Exercise: play with text-based data file

Note

Please try not just copy-n-pasting the commands provided in the hands-on exercises!! Typing (and eventually making typos) is an essential part of the learning process.

Preparation

Download this data file using the following command:

$ wget https://raw.githubusercontent.com/Donders-Institute/hpc-wiki-v2/master/docs/linux/exercise/gcutError_recon-all.log

This data file is an example output file from a freesurfer command submitted to the cluster using qsub. In this simple task we are going to try to extract some information from it using a few commands.

Your Task

Construct a Linux command pipeline to get the subject ID associated with the log file. The subejct ID is of the form Subject##, i.e Subject01, Subject02, Subject03, etc. Use one command to send input to grep, and then use grep to search for a pattern. If you’re a bit confused, take a look at the hints and the example grep command below. You’ll have to modify it to get the result you want.
Hint
- Commands separated with a pipe, the | character, send the output of the command to the left of the pipe as input to the command on the right of the pipe.
- Think back on the exercise about wildcards. grep uses something called regular expressions that are similar to wildcards, but much more extensive. For grep regexps, * and [] work the same way as they do in wildcards. For a fuller treatment of regexps, click here. For a quick example see below. You can grep for a search term in a file with something like the following:
  #example grep command $ cat file.txt | grep SEARCHTERM # where searchterm can be something like $ cat file.txt | grep "[0-9][0-9].*" # this search term would find matches in strings that start with two numbers followed by anything
If you completed Task 1, you were able to find the output you wanted, but there was much more output sent to the screen than you needed. Construct another pipeline to limit the output of grep to only the first line.

Hint

Think of a command that prints the first n lines of a file.

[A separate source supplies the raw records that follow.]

package server

import (
	"context"
	"encoding/json"
	"fmt"
	"net/http"
	"time"

	"github.com/labstack/echo/v4"

	"tripwell/forms"
	"tripwell/store"
	"tripwell/store/record"
)

// previewTime is how long a page may take to look at what a revision would change; what it found until then is shown.
const previewTime = 8 * time.Second

// revisionPage shows what a revision changes, in itself and in the entries there are, and asks to accept it.
type revisionPage struct {
	Frame
	Crumbs                       []link
	Heading, Lead, Partly, Quiet string
	Past                         bool // in force from a day that has passed: entries are judged again
	Limits                       []change
	Counts                       []resultCount
	Entries                      []entryPreviewed
	More                         string
	Hidden                       []hidden
	Back                         string
}

type resultCount struct {
	N            string
	Was, Becomes mark
}

// entryPreviewed is one entry that would get another result.
type entryPreviewed struct {
	Href, Day, Where, Task string
	Was, Becomes           mark
}

// revisionAsked is what a form page wants to be previewed.
type revisionAsked struct {
	heading, back, done string
	day                 forms.Day
	drafts              []store.RuleDraft
}

func (s *Server) revisionPage(c echo.Context, f *typedForm, ask revisionAsked) error {
	k := s.ink()
	view := revisionPage{Frame: s.frame(c, ask.heading, "set-up"), Crumbs: []link{{Href: "/set-up", Text: k.say("office.setup.title")}, {Href: ask.done, Text: ask.heading}},
		Heading: k.say("config.preview_head", "name", ask.heading), Back: ask.back, Past: ask.day < forms.DayOf(s.store.Now())}
	err := s.store.View(scope(c), func(v *store.View) error {
		next := make([]store.RuleDraft, 0, len(ask.drafts))
		for _, d := range ask.drafts {
			n, same, err := v.Next(d, ask.day, ask.day)
			if err != nil {
				return err
			}
			if same {
				continue
			}
			if err := s.changedLimits(v, n, &view); err != nil {
				return err
			}
			next = append(next, n)
		}
		if len(next) == 0 {
			return refuse(codeInvalid, "", k.say("config.nothing_changed"))
		}
		ctx, stop := context.WithTimeout(c.Request().Context(), previewTime)
		defer stop()
		p, err := v.Preview(ctx, next...)
		if err != nil {
			return err
		}
		view.Hidden = []hidden{{recordField, f.Get(recordField)}, {"done", ask.done}}
		for _, n := range next {
			view.Hidden = append(view.Hidden, hidden{"kind", n.Kind}, hidden{"site", n.Site}, hidden{"json", string(n.JSON)}, hidden{"reason", n.Reason})
		}
		return s.previewShown(v, p, ask.day, &view)
	})
	if err != nil {
		return err
	}
	return s.page(c, http.StatusOK, "revision.html", view)
}

// changedLimits lists what a revision of a limit set says otherwise than the one before it.
func (s *Server) changedLimits(v *store.View, d store.RuleDraft, view *revisionPage) error {
	if d.Kind != "limits.set" {
		return nil
	}
	set := new(forms.LimitSet)
	if err := json.Unmarshal(d.JSON, set); err != nil {
		return fmt.Errorf("revision: %w", err)
	}
	held, err := v.LimitRevisions(d.Site, set.ID)
	if err == nil && len(held) == 0 {
		held, err = v.LimitRevisions("", set.ID)
	}
	if err != nil {
		return err
	}
	asked, err := v.Forms()
	if err != nil {
		return err
	}
	own, was := forms.OwnNamesUnder(set, asked), map[string]limitRow{}
	if len(held) > 0 {
		old := newestRevisions(held)[0].LimitSet
		for i := range old.Limits {
			was[old.Limits[i].ID] = s.limitRow(&old.Limits[i], own)
		}
	}
	for i := range set.Limits {
		is, before := s.limitRow(&set.Limits[i], own), was[set.Limits[i].ID]
		delete(was, set.Limits[i].ID)
		if len(held) > 0 && (before.Limit != is.Limit || before.Level != is.Level) {
			text := dash
			if before.Reading != "" {
				text = before.Limit + ", " + before.Level
			}
			view.Limits = append(view.Limits, change{Name: is.Reading, Was: text, Became: is.Limit + ", " + is.Level})
		}
	}
	for _, id := range sortedKeys(was) {
		view.Limits = append(view.Limits, change{Name: was[id].Reading, Was: was[id].Limit + ", " + was[id].Level, Became: dash})
	}
	return nil
}

func (s *Server) previewShown(v *store.View, p store.Preview, day forms.Day, view *revisionPage) error {
	k := s.ink()
	view.Lead = k.say("config.preview_lead", "day", k.day(day), "n", p.Changed, "count", count(p.Changed), "looked", count(p.Looked))
	if !p.Whole {
		view.Partly = k.say("config.preview_partly", "looked", count(p.Looked))
	}
	if p.Changed == 0 {
		view.Quiet = k.say("config.preview_none")
	}
	for _, change := range p.Changes {
		view.Counts = append(view.Counts, resultCount{count(change.N), k.verdict(change.Was), k.verdict(change.Becomes)})
	}
	for _, e := range p.First {
		row := entryPreviewed{Href: "/entries/" + e.Entry, Day: k.day(e.Day), Task: k.named("task", e.Task), Was: k.verdict(e.Was), Becomes: k.verdict(e.Becomes)}
		if d, err := v.Device(e.Device, e.Day); err == nil {
			row.Where = joined(d.SiteName, s.spot(d.DeviceRow))
		} else if !isRefusal(err) {
			return err
		}
		view.Entries = append(view.Entries, row)
	}
	if more := p.Changed - len(p.First); more > 0 {
		view.More = k.say("config.preview_more", "n", more)
	}
	return nil
}

// revisionAccept makes the revisions that were previewed.
func (s *Server) revisionAccept(c echo.Context) error {
	f, err := s.typedForm(c)
	if err != nil {
		return err
	}
	first, kinds := f.id(recordField), f.Values["kind"]
	if !f.ok() || len(kinds) == 0 || len(f.Values["json"]) != len(kinds) || len(f.Values["site"]) != len(kinds) || len(f.Values["reason"]) != len(kinds) {
		return refuse(codeInvalid, "", s.words.Say("office.form.broken"))
	}
	var drafts []store.Draft
	for i, kind := range kinds {
		id := first
		if i > 0 {
			id = record.NamedID(first, kind, fmt.Sprint(i))
		}
		d, err := (store.RuleDraft{Kind: kind, Site: f.Values["site"][i], JSON: json.RawMessage(f.Values["json"][i]), Reason: f.Values["reason"][i]}).Draft(id, person(c).ID)
		if err != nil {
			return err
		}
		drafts = append(drafts, d)
	}
	if err := s.append(c, drafts...); err != nil {
		return err
	}
	done := f.Get("done")
	if len(done) < 2 || done[0] != '/' || done[1] == '/' {
		done = "/set-up"
	}
	return toPage(c, done)
}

You can always google the task if you can’t think of the right tool for the job.

Solution

Solution to Task 1

$ cat gcutError_recon-all.log | grep "Subject[0-9][0-9]"
/home/language/dansha/Studies/LaminarWord/SubjectData/Subject05/FreeSurfer
-subjid FreeSurfer -i /home/language/dansha/Studies/LaminarWord/SubjectData/Subject05/Scans/Anatomical/MP2RAGE/MP2RAGE.nii -all
setenv SUBJECTS_DIR /home/language/dansha/Studies/LaminarWord/SubjectData/Subject05
/home/language/dansha/Studies/LaminarWord/SubjectData/Subject05/FreeSurfer
mri_convert /home/language/dansha/Studies/LaminarWord/SubjectData/Subject05/Scans/Anatomical/MP2RAGE/MP2RAGE.nii /home/language/dansha/Studies/LaminarWord/SubjectData/Subject05/FreeSurfer/mri/orig/001.mgz
mri_convert /home/language/dansha/Studies/LaminarWord/SubjectData/Subject05/Scans/Anatomical/MP2RAGE/MP2RAGE.nii /home/language/dansha/Studies/LaminarWord/SubjectData/Subject05/FreeSurfer/mri/orig/001.mgz
reading from /home/language/dansha/Studies/LaminarWord/SubjectData/Subject05/Scans/Anatomical/MP2RAGE/MP2RAGE.nii...
writing to /home/language/dansha/Studies/LaminarWord/SubjectData/Subject05/FreeSurfer/mri/orig/001.mgz...
/home/language/dansha/Studies/LaminarWord/SubjectData/Subject05/FreeSurfer/mri/orig/001.mgz
cp /home/language/dansha/Studies/LaminarWord/SubjectData/Subject05/FreeSurfer/mri/orig/001.mgz /home/language/dansha/Studies/LaminarWord/SubjectData/Subject05/FreeSurfer/mri/rawavg.mgz

Hint

Note that you could also have run the command

$ grep "Subject[0-9][0-9]" gcutError_recon-all.log

to get the same results. The traditional unix command line tools typically provide many ways of doing the same thing. It’s up to the user to find the best way to accomplish each task. grep is an excellent tool. To learn more about what you can search, try man grep. You can also google for something like “cool stuff I can do with grep.”

Solution to Task 2

$ grep "Subject[0-9][0-9]" gcutError_recon-all.log | head -1

You could have also done

$ grep -m 1 "Subject[0-9][0-9]" gcutError_recon-all.log
$ cat gcutError_recon-all.log | grep "Subject[0-9][0-9]" | head -1
$ cat gcutError_recon-all.log | grep -m 1 "Subject[0-9][0-9]"

There are usually many ways to do the same thing. Look up the -m option in the grep man page if you’re curious!

Closing Remarks

These are just simple examples. You see the real power of the unix command line tools when you add a little, soon to come, scripting know-how. A simple example of a more powerful way to use grep is in a case where you have 543 subject logs (not impossible!), and you need to search through all of them for subjects who participated in a version of your experiment with a bad stimuli list. grep is an excellent tool for this!